Example Implementation


from collections import Counter

def get_stats(vocab):
    """Count frequency of token pairs in the vocabulary."""
    pairs = Counter()
    for word, freq in vocab.items():
        symbols = word.split()
        for i in range(len(symbols) - 1):
            pairs[(symbols[i], symbols[i + 1])] += freq
    return pairs

def merge_vocab(pair, v_in):
    """Merge the most frequent pair in the vocabulary."""
    v_out = {}
    bigram = ' '.join(pair)
    replacement = ''.join(pair)
    for word in v_in:
        new_word = word.replace(bigram, replacement)
        v_out[new_word] = v_in[word]
    return v_out

# Example vocabulary
vocab = {'l o w': 5, 'l o w e r': 2, 'n e w e s t': 6, 'w e s t': 3}
# Get the most frequent pairs
pairs = get_stats(vocab)
most_frequent_pair = pairs.most_common(1)[0][0]
# Merge the most frequent pair
new_vocab = merge_vocab(most_frequent_pair, vocab)
print(new_vocab)
            

Best Practices

To ensure effective tokenization for LLMs, consider the following best practices:

  • Choose an appropriate vocabulary size based on the dataset.
  • Use BPE for languages with rich morphology to handle inflections.
  • Regularly update the tokenization model with new data to adapt to changing language use.

FAQ

What is the purpose of tokenization?

Tokenization breaks down text into manageable pieces, making it easier for models to understand and generate language.
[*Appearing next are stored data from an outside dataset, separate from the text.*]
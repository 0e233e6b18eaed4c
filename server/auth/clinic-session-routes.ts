import { Router } from 'express';
import { signInRequest } from '../../shared/contracts/clinic-session';
import type { ClinicSession } from '../../shared/contracts/clinic-session';
import { isRole, rightsOf } from '../../shared/access/rights';
import { record } from '../access-record/record';
import type { Actor } from '../access-record/record';
import type { Context } from '../context';
import { select } from '../database/connection';
import { handle, handleOpen } from '../http/handle';
import { limit } from '../http/limit';
import type { StaffMember } from './current-user';
import { clinicCookie, clinicLimits, endSession, saveSession } from './sessions';
import { sessionEnd } from './session-store';
import { signInStaff, staffAuthenticator } from './staff-sign-in';
import { hashToken } from './token-hash';

/**
 * POST   /session   sign in with e-mail and password
 * GET    /session   who is signed in
 * DELETE /session   sign out; the session's row is gone
 */
export function clinicSessionRoutes(context: Context): Router {
  const router = Router();
  const passport = staffAuthenticator(context);
  const often = limit({ name: 'sign-in-address', hits: 60, seconds: 900 });

  router.post(
    '/session',
    often,
    handleOpen({ body: signInRequest }, async ({ body, req }) => {
      req.body = body;
      const staff = await signInStaff(context, passport, req, body.email);
      await saveSession(req);
      const sessionHash = hashToken(req.sessionID);
      const actor: Actor = {
        side: 'clinic',
        id: staff.id,
        name: staff.fullName,
        sessionHash,
        address: req.ip ?? null,
      };
      await record(context.db, undefined, actor, {
        action: 'changed',
        matter: 'sign-in',
        childIds: [],
        at: context.clock.now(),
      });
      return describeClinicSession(context, staff, sessionHash);
    }),
  );
  router.get(
    '/session',
    handle({}, ({ staff, actor }) =>
      describeClinicSession(context, staff, actor.sessionHash ?? ''),
    ),
  );
  router.delete(
    '/session',
    handleOpen({}, async ({ req, res }) => {
      await endSession(req);
      res.clearCookie(clinicCookie.name, { path: clinicCookie.path });
    }),
  );
  return router;
}

interface SiteRow {
  id: number;
  name: string;
  short_name: string;
  zone: string;
}

async function describeClinicSession(
  { db, clock, settings }: Context,
  staff: StaffMember,
  sessionHash: string,
): Promise<ClinicSession> {
  const [site] = await select<SiteRow>(
    db,
    'SELECT id, name, short_name, zone FROM sites WHERE id = :id',
    { id: staff.siteId },
  );
  const [person] = await select<{ credentials: string | null }>(
    db,
    'SELECT credentials FROM staff WHERE id = :id',
    { id: staff.id },
  );
  const roles = staff.roles.filter(isRole);
  const endsAt =
    (await sessionEnd(db, sessionHash, clinicLimits)) ??
    Date.now() + clinicLimits.idleSeconds * 1000;
  return {
    staff: {
      id: staff.id,
      fullName: staff.fullName,
      credentials: person?.credentials ?? null,
      roles: [...staff.roles],
      rights: rightsOf(roles),
    },
    site: {
      id: site?.id ?? staff.siteId,
      name: site?.name ?? '',
      shortName: site?.short_name ?? '',
      zone: site?.zone ?? 'UTC',
    },
    now: new Date(clock.now()).toISOString(),
    endsAt: new Date(endsAt).toISOString(),
    hasRehearsal: settings.rehearsal,
  };
}
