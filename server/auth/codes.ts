import { createHmac, randomInt, timingSafeEqual } from 'node:crypto';
import { QueryTypes } from 'sequelize';
import type { Transaction } from 'sequelize';
import type { z } from 'zod';
import type { checkCodeRequest, sendCodeRequest } from '../../shared/contracts/family-session';
import type { Context } from '../context';
import { change, inTransaction, select } from '../database/connection';
import { raiseCall } from '../calls/calls';
import { internationalPhone } from '../children/contact-details';
import { countHit, tooMany } from '../http/limit';
import type { Limit } from '../http/limit';
import { Problem } from '../http/problem';
import { enqueue } from '../outbox/enqueue';
import { siteOf, sitesOf } from '../sites/sites';
import { wordingFor } from './clinic-for-family';
import { familyStanding } from './family-visitors';
import type { FamilyStanding } from './family-visitors';

/** NIST SP 800-63B-4, 3.1.3.2: a code sent out of band lives ten minutes at the most and works once. */
export const codeMinutes = 10;
/** After five wrong tries the code is worthless; the account is not locked. */
export const codeTries = 5;
const sendLimit: Limit = { name: 'codes', hits: 3, seconds: 900 };
/** Nobody's telephone rings all day because somebody else writes its number here. */
const dayLimit: Limit = { name: 'codes-day', hits: 12, seconds: 86_400 };

type Channel = 'sms' | 'mail';

/** Salted with the member and the moment, and keyed, so that a copy of the table alone gives no code away. */
function hashCode(
  { settings }: Context,
  memberId: number,
  createdAt: number,
  code: string,
): string {
  return createHmac('sha256', settings.sessionSecret)
    .update(`code:${memberId}:${createdAt}:${code}`)
    .digest('hex');
}

/** The written address as it is stored: E.164 or lower-case e-mail; null when it cannot be either. */
async function storedAddress(context: Context, written: string): Promise<string | null> {
  if (written.includes('@')) return written.trim().toLowerCase();
  const [site] = await sitesOf(context.db);
  return internationalPhone(written, site?.country ?? 'US');
}

/**
 * Whose address it is. A number on several records belongs to the guardian first, then to the newest record, so that
 * sending and checking mean the same person.
 */
async function memberOfAddress(context: Context, written: string): Promise<FamilyStanding | null> {
  const address = await storedAddress(context, written);
  if (address === null) return null;
  const [row] = await select<{ id: number }>(
    context.db,
    `SELECT m.id FROM family_members m JOIN child_family_members c ON c.family_member_id = m.id
     WHERE m.phone = :address OR m.email = :address
     GROUP BY m.id ORDER BY MAX(c.standing = 'guardian') DESC, m.id DESC LIMIT 1`,
    { address },
  );
  return row ? familyStanding(context.db, row.id) : null;
}

/** The person at the other end: whose address was written, else who is signed in. */
async function memberOf(
  context: Context,
  signedInId: number | null,
  written: string | null,
): Promise<FamilyStanding | null> {
  if (written !== null) return memberOfAddress(context, written);
  return signedInId === null ? null : familyStanding(context.db, signedInId);
}

/**
 * Sends a code of six digits through the outbox. Unknown addresses, helpers and languages without a signed text get the
 * same answer and no code. Real clock.
 * @throws Problem 429 'too-many-tries' after three codes in 15 minutes, for known and unknown addresses alike.
 */
export async function sendCode(
  context: Context,
  signedInId: number | null,
  { channel, address }: z.output<typeof sendCodeRequest>,
): Promise<void> {
  const { db } = context;
  if (address !== null) {
    const wait = await countHit(db, sendLimit, (await storedAddress(context, address)) ?? address);
    if (wait !== null) throw tooMany(wait);
  }
  const member = await memberOf(context, signedInId, address);
  const to = channel === 'sms' ? member?.phone : member?.email;
  if (!member || !to) return;
  const who = `member ${member.familyMemberId}`;
  const memberWait = (await countHit(db, sendLimit, who)) ?? (await countHit(db, dayLimit, who));
  if (memberWait !== null) {
    // Only who is signed in learns that the person, not the address, had three codes.
    if (address === null) throw tooMany(memberWait);
    return;
  }
  await inTransaction(context.db, (transaction) =>
    queueCode(context, transaction, member, channel, to),
  );
}

async function queueCode(
  context: Context,
  transaction: Transaction,
  member: FamilyStanding,
  channel: Channel,
  address: string,
): Promise<void> {
  const { db } = context;
  const wording = await wordingFor(context, member.language, transaction);
  const bodyKey = channel === 'sms' ? 'message.code.text' : 'message.code.mail';
  const keys = channel === 'sms' ? [bodyKey] : [bodyKey, 'message.code.subject'];
  if (!wording?.isSignedOff(keys)) {
    await callInstead(context, transaction, member);
    return;
  }
  const site = await siteOf(db, member.siteId, transaction);
  const code = String(randomInt(0, 1_000_000)).padStart(6, '0');
  const createdAt = Date.now();
  // An earlier code ends with the next one: only the newest works.
  await change(
    db,
    'UPDATE sign_in_codes SET used_at = :now WHERE family_member_id = :memberId AND used_at IS NULL',
    { now: new Date(createdAt), memberId: member.familyMemberId },
    transaction,
  );
  const [id] = await db.query(
    `INSERT INTO sign_in_codes (family_member_id, code_hash, expires_at, created_at)
     VALUES (:memberId, :codeHash, :expiresAt, :createdAt)`,
    {
      replacements: {
        memberId: member.familyMemberId,
        codeHash: hashCode(context, member.familyMemberId, createdAt, code),
        expiresAt: new Date(createdAt + codeMinutes * 60_000),
        createdAt: new Date(createdAt),
      },
      transaction,
      type: QueryTypes.INSERT,
    },
  );
  const params = { clinic: site.shortName, code, minutes: codeMinutes };
  const dueAt = context.clock.now();
  await enqueue(db, transaction, {
    dedupeKey: `code:${id}`,
    kind: 'code',
    channel,
    householdId: member.householdId,
    familyMemberId: member.familyMemberId,
    address,
    language: member.language,
    wordingVersions: wording.versions(keys),
    subject: channel === 'mail' ? wording.text('message.code.subject', params) : null,
    body: wording.text(bodyKey, params),
    callReason: null,
    dueAt,
    lastUsefulAt: dueAt + codeMinutes * 60_000,
    createdAt: dueAt,
  });
}

/** Without a signed text in the family's language a person calls with an interpreter; nothing is sent in another one. */
async function callInstead(
  { db, clock }: Context,
  transaction: Transaction,
  member: FamilyStanding,
): Promise<void> {
  const now = clock.now();
  await raiseCall(db, transaction, {
    reason: 'language-not-signed',
    openKey: `language-not-signed:${member.familyMemberId}:code`,
    householdId: member.householdId,
    familyMemberId: member.familyMemberId,
    isForClinician: false,
    urgentAt: now,
    now,
  });
}

interface CodeRow {
  id: number;
  code_hash: string;
  created_at: Date;
}

const wrongCode = (): Problem => {
  const message = 'This code is not right, or it is over. Look at it again, or ask for a new one.';
  return new Problem(422, 'code-wrong', message, { errors: [{ path: 'code', message }] });
};

/**
 * Checks a code: one use, ten minutes, five tries, each counted before it is judged.
 * @returns the family member whose code it was.
 * @throws Problem 422 'code-wrong' for everything else, whether the address is known or not.
 */
export async function checkCode(
  context: Context,
  signedInId: number | null,
  { code, address }: z.output<typeof checkCodeRequest>,
  now = Date.now(),
): Promise<FamilyStanding> {
  const member = await memberOf(context, signedInId, address);
  if (!member) throw wrongCode();
  const { db } = context;
  const isRight = await inTransaction(db, async (transaction) => {
    const [row] = await select<CodeRow>(
      db,
      `SELECT id, code_hash, created_at FROM sign_in_codes
       WHERE family_member_id = :memberId AND used_at IS NULL AND tries < :codeTries AND expires_at >= :now
       ORDER BY id DESC LIMIT 1 FOR UPDATE`,
      { memberId: member.familyMemberId, codeTries, now: new Date(now) },
      transaction,
    );
    if (!row) return false;
    const given = hashCode(context, member.familyMemberId, row.created_at.getTime(), code);
    const isSame = timingSafeEqual(Buffer.from(given), Buffer.from(row.code_hash));
    await change(
      db,
      `UPDATE sign_in_codes SET tries = tries + 1, used_at = IF(:isSame, :now, used_at) WHERE id = :id`,
      { isSame, now: new Date(now), id: row.id },
      transaction,
    );
    return isSame;
  });
  if (!isRight) throw wrongCode();
  return member;
}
How does BPE differ from traditional tokenization methods?

BPE merges frequent pairs of tokens, allowing it to dynamically create a vocabulary that balances between character-level and word-level tokenization.

Can I use BPE for any language?

Yes, BPE is language-agnostic and can be effective for many languages, particularly those with complex word structures.